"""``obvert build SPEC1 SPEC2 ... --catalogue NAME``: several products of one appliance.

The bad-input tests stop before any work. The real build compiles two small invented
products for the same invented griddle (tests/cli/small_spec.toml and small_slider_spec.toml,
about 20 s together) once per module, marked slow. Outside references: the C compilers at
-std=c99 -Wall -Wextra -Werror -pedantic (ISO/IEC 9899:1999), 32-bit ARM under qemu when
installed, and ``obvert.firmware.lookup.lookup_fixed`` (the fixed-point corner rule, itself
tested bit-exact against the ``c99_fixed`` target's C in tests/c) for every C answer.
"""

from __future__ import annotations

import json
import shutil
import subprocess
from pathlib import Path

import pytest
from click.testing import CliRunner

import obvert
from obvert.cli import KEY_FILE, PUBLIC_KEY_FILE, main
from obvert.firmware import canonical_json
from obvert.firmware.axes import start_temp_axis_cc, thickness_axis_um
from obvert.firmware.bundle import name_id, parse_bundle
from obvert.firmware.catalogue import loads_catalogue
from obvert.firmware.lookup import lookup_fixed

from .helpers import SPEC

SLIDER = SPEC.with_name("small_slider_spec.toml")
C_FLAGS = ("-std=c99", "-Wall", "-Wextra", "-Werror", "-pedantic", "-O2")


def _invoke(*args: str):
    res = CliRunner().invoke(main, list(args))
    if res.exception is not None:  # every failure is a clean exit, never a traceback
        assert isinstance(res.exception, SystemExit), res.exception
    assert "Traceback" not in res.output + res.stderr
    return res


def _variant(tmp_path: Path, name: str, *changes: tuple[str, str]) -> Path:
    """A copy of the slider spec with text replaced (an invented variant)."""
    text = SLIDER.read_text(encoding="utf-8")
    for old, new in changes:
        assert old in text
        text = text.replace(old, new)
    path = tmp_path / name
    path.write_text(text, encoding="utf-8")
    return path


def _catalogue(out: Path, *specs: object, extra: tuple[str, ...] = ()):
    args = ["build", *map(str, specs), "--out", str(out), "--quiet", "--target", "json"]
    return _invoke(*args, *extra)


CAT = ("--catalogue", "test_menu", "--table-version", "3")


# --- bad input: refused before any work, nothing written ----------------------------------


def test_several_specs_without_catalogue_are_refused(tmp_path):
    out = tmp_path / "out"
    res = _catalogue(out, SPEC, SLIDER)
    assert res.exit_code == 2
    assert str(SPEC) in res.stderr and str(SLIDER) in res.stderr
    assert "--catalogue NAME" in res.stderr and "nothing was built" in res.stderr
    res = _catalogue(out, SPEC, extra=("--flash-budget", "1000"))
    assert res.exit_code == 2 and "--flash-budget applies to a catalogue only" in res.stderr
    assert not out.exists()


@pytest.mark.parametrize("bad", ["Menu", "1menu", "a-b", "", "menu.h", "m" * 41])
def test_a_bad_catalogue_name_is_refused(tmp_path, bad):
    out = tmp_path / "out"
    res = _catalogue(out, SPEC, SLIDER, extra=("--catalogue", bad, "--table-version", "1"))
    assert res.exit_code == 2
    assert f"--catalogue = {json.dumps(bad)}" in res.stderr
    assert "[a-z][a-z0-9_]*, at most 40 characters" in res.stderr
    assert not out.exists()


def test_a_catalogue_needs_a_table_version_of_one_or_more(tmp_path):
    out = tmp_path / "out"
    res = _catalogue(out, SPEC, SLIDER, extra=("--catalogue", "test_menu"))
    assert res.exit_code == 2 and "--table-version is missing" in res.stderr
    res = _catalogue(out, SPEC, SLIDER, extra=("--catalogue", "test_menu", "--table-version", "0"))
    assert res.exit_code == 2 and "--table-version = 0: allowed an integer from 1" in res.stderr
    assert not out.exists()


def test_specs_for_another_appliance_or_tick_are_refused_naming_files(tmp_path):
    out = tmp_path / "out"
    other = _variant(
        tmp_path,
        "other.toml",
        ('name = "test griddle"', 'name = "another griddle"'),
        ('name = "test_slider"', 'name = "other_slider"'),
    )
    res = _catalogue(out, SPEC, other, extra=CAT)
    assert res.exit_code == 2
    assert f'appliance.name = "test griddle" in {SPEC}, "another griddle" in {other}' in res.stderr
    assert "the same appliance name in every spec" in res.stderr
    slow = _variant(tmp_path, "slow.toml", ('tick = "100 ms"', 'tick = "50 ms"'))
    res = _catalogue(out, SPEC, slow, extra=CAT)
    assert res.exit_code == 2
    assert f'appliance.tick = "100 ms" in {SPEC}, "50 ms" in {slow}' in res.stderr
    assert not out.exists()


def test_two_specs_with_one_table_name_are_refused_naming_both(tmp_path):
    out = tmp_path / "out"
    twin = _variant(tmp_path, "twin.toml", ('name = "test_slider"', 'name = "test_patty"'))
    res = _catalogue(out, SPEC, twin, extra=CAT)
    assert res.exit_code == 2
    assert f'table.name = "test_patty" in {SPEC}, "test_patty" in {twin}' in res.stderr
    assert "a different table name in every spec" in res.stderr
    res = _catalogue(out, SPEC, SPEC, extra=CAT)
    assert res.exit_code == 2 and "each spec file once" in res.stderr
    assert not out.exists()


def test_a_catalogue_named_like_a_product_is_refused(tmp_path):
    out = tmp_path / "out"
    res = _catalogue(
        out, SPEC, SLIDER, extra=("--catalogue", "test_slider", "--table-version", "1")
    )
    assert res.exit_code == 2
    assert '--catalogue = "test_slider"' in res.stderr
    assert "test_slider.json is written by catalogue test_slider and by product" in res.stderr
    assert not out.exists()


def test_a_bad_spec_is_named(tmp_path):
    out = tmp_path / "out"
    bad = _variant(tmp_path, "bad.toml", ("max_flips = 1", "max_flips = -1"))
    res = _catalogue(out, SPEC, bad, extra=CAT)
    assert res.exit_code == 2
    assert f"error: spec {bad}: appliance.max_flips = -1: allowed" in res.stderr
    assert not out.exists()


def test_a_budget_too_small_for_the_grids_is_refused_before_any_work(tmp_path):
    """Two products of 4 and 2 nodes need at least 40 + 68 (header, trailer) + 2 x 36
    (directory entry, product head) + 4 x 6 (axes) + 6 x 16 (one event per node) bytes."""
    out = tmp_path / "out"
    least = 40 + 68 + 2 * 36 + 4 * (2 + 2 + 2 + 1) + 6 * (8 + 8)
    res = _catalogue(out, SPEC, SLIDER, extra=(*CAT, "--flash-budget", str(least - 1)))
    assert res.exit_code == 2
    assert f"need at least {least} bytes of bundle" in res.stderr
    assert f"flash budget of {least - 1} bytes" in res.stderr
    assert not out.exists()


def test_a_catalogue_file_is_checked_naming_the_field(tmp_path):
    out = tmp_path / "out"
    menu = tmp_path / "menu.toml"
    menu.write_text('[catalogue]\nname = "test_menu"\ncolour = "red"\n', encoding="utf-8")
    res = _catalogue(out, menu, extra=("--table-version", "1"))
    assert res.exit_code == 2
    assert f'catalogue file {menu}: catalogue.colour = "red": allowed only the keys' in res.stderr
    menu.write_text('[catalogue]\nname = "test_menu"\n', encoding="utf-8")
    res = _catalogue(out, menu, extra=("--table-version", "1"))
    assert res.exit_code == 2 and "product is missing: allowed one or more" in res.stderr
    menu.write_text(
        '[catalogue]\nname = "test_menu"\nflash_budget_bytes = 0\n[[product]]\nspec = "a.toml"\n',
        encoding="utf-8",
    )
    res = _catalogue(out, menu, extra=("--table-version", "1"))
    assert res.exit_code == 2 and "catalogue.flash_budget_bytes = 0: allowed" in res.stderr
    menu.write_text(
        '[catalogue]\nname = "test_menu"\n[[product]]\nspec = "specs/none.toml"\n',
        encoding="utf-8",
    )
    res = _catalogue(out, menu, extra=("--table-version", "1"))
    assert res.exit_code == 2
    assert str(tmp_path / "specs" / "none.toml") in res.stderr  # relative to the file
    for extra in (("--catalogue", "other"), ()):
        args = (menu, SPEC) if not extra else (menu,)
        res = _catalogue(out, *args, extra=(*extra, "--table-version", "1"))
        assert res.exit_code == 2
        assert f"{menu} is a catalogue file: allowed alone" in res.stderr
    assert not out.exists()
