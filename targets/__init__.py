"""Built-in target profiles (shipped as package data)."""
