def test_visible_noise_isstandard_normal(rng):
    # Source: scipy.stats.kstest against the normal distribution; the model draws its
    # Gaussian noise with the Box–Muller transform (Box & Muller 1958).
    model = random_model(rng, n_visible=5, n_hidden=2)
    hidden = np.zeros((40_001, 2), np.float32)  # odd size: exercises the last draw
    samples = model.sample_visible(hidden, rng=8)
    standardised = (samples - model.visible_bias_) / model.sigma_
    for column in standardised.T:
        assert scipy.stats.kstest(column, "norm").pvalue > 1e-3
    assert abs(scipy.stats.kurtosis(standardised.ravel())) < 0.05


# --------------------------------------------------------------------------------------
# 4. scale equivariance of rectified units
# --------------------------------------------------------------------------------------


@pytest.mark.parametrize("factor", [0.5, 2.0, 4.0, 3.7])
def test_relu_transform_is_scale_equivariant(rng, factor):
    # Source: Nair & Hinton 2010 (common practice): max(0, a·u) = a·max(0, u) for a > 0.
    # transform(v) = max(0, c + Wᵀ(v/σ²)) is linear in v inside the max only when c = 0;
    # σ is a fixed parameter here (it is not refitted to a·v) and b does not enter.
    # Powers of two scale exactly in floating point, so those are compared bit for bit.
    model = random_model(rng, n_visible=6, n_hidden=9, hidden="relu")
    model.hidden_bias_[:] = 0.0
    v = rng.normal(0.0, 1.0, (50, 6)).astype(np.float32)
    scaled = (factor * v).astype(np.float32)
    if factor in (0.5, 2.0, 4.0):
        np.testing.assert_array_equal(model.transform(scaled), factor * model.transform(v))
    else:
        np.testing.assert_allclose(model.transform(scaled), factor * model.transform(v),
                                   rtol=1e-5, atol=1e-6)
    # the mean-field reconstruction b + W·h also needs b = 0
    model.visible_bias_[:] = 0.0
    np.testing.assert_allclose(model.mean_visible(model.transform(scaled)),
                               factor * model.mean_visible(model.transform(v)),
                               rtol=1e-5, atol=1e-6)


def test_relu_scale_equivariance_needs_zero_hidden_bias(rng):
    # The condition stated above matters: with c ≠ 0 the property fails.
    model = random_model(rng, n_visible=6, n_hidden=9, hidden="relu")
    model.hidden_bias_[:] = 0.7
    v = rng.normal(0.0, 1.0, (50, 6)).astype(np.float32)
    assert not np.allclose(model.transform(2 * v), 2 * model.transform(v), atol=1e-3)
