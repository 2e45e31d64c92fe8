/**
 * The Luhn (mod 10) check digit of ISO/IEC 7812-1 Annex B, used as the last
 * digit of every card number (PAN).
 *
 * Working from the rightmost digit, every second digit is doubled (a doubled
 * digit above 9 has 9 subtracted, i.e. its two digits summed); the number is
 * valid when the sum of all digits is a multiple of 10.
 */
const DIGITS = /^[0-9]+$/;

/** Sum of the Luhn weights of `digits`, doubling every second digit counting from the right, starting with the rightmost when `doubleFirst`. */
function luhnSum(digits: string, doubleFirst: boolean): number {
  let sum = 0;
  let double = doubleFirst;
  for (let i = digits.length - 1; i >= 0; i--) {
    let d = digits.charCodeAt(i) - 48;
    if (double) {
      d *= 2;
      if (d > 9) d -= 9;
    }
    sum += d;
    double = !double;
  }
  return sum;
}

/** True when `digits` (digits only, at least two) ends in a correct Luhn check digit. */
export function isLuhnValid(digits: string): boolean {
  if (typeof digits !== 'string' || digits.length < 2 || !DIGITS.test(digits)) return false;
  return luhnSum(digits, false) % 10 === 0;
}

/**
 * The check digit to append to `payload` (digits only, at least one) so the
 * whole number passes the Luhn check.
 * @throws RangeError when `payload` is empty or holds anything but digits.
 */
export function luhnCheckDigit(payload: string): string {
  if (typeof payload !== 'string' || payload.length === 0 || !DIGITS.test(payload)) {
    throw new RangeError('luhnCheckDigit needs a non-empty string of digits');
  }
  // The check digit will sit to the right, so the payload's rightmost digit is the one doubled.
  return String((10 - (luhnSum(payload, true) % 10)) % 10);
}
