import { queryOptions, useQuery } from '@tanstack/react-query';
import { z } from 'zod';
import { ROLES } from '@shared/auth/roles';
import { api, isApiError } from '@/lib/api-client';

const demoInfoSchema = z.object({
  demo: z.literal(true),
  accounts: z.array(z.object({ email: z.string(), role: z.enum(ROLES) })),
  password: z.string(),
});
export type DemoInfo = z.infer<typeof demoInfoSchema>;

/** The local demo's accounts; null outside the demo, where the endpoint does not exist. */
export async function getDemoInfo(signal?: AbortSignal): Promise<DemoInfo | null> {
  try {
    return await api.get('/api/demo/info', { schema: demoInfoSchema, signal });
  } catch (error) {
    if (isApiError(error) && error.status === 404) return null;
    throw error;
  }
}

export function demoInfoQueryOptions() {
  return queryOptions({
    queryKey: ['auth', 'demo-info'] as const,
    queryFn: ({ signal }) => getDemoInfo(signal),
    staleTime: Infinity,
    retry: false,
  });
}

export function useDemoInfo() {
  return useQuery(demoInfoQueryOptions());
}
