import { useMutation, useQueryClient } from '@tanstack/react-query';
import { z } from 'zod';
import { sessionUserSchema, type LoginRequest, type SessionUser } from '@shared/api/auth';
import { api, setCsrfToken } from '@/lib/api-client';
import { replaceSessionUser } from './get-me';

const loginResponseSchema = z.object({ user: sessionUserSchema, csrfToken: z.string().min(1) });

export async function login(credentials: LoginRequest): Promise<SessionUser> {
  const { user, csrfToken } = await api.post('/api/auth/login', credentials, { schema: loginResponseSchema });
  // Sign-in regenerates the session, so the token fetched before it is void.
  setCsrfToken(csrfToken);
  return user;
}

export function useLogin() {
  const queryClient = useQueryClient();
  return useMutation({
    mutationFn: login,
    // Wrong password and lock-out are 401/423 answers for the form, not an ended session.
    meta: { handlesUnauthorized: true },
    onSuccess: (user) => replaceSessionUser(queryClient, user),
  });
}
—————
**Task brief**. Look through the data above and report every line in which "testing" appears.

**Completed exercise**.
from click.testing import CliRunner
        np.testing.assert_array_equal(model.transform(scaled), factor * model.transform(v))
        np.testing.assert_allclose(model.transform(scaled), factor * model.transform(v),
    np.testing.assert_allclose(model.mean_visible(model.transform(scaled)),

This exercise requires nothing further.